§ Information:
// ridgecal: reading a calibration run from CSV.
//
// Format: a header row naming the columns, then one observation per row.
// Lines whose first non-blank character is '#' are comments; blank lines are
// skipped. CRLF line endings and a UTF-8 byte-order mark are accepted. Fields
// may be double-quoted ("a,b"; "" is a literal quote). Numbers use a '.'
// decimal point (or ',' with CsvOptions::decimal_comma); NaN and infinities
// are rejected, and so is a nonzero magnitude outside [kMinMagnitude,
// kMaxMagnitude]. The input is bounded by CsvLimits (see docs/robustness.md).
#pragma once

#include <cstddef>
#include <limits>
#include <string>
#include <vector>

namespace ridgecal {

/// Largest accepted magnitude of a reading or reference. Beyond it squares and
/// spans overflow a double; rescale the column (another unit) instead.
inline constexpr double kMaxMagnitude = 1e300;
/// Smallest accepted nonzero magnitude. Below it values approach the
/// subnormal range, where precision is lost; 0 itself is accepted.
inline constexpr double kMinMagnitude = 1e-300;

/// Bounds on what one input may make ridgecal allocate. The defaults suit a
/// calibration run of up to a million rows (about 1.5 GiB peak for a whole
/// `ridgecal fit`, see docs/robustness.md); raise them with the matching
/// `ridgecal fit` options (--max-rows, --max-bytes, --max-field-bytes).
struct CsvLimits {
  std::size_t max_bytes = std::size_t{256} << 20;  ///< size of the file: 256 MiB
  std::size_t max_rows = 1'000'000;    ///< data rows (comments and blank lines not counted)
  std::size_t max_fields = 1024;       ///< fields in one row
  std::size_t max_field_bytes = 4096;  ///< bytes in one field (after unquoting)

  /// Empty when valid (every limit >= 1), else a message naming the field.
  std::string validate() const;
};

/// Which columns to read. Defaults: `reading`, `reference`, no setpoint and no
/// role column. Column names are matched exactly (case-sensitive), after
/// trimming blanks.
struct CsvOptions {
  std::string reading_column = "reading";
  std::string reference_column = "reference";
  std::string setpoint_column;  ///< empty: rows with equal reference values form a group
  std::string role_column;      ///< empty: no user-named check points; values `fit` / `check`
  std::string
      direction_column;    ///< empty: no sweep direction; values `up` / `down` (hysteresis check)
  char delimiter = ',';    ///< one of ',' ';' '\t'
  std::string aux_column;  ///< empty: no second input; else its column (e.g. sensor temperature)
  std::string aux_setpoint_column;  ///< empty: aux groups by rounded value (see extended_fit.hpp)
  /// Numbers use ',' as the decimal point ("12,5"); requires delimiter ';' or
  /// tab, and then a '.' in a number is rejected (no thousands separators).
  bool decimal_comma = false;
  CsvLimits limits;

  /// Empty when valid, else a message naming the field, the value and the rule.
  std::string validate() const;
};

/// Role of a row named by the user in the role column.
enum class UserRole { Unspecified, Fit, Check };
std::string to_string(UserRole r);
/// Accepts `fit` and `check` (case-insensitive). Throws std::invalid_argument otherwise.
UserRole user_role_from_string(const std::string& s);

/// Sweep direction of a row, from the direction column (hysteresis check).
enum class SweepDirection { Unspecified, Up, Down };
std::string to_string(SweepDirection d);  ///< `unspecified`, `up`, `down`
/// Accepts `up` and `down` (case-insensitive), and `unspecified`. Throws std::invalid_argument
/// otherwise.
SweepDirection sweep_direction_from_string(const std::string& s);

struct Observation {
  double reading = 0.0;    ///< raw sensor reading (reading units)
  double reference = 0.0;  ///< reference value (reference units)
  std::string setpoint;    ///< group key: the setpoint cell, or the reference value as text
  UserRole role = UserRole::Unspecified;
  std::size_t line = 0;  ///< 1-based physical line in the file
  double aux =
      std::numeric_limits<double>::quiet_NaN();  ///< second input, NaN without an aux column
  std::string aux_setpoint;  ///< aux setpoint label, empty without an aux setpoint column
  SweepDirection direction = SweepDirection::Unspecified;  ///< from the direction column, if any
};

struct Dataset {
  std::string file;    ///< as given by the user (for messages)
  std::string sha256;  ///< of the file's bytes
  CsvOptions columns;
  std::vector<Observation> rows;
};

/// Parses CSV text. `file` is used in messages only.
/// Throws InputError (`file:line: what. hint`) on: an empty file or header
/// only, a missing column, a ragged row, a non-numeric, NaN or infinite cell,
/// a magnitude out of range, an empty or non-UTF-8 setpoint cell, a bad role
/// value, a duplicated column name, or input beyond options.limits.
Dataset parse_calibration_csv(const std::string& text, const std::string& file,
                              const CsvOptions& options);

/// Relative spread at or below which a column counts as constant: values that
/// agree to about 9 significant digits are one value written with noise in
/// its last digits, not a measured variation (our judgement: loggers and
/// spreadsheets rarely write more than 9 significant digits).
inline constexpr double kConstantRelativeSpread = 1e-9;

/// Absolute floors of the variation check (require_variation), 0 = none.
struct VariationFloors {
  double reading = 0.0;    ///< e.g. the reading resolution (one digit step), reading units
  double reference = 0.0;  ///< e.g. the reference standard's expanded uncertainty, reference units
};

/// Checks that the readings and the references vary. A column is
/// near-constant when max - min <= max(kConstantRelativeSpread * max|value|,
/// its floor). Fitting (one_point_ok false): either column near-constant is
/// bad input. Checking an instrument against a record (one_point_ok true, e.g.
/// `verify`): only one column near-constant while the other varies is bad
/// input (both near-constant is a legitimate one-point check).
/// Throws InputError (`file:line` of the first data row) naming the column,
/// its range and the threshold.
void require_variation(const Dataset& data, const VariationFloors& floors, bool one_point_ok);

/// Reads and parses a file (see parse_calibration_csv). A file larger than
/// options.limits.max_bytes is refused before it is read.
Dataset read_calibration_csv(const std::string& path, const CsvOptions& options);

}  // namespace ridgecal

§ Your instructions: For every line in the data above that holds "Numbers", return the line itself.

§ Exercise solution:
// may be double-quoted ("a,b"; "" is a literal quote). Numbers use a '.'
  /// Numbers use ',' as the decimal point ("12,5"); requires delimiter ';' or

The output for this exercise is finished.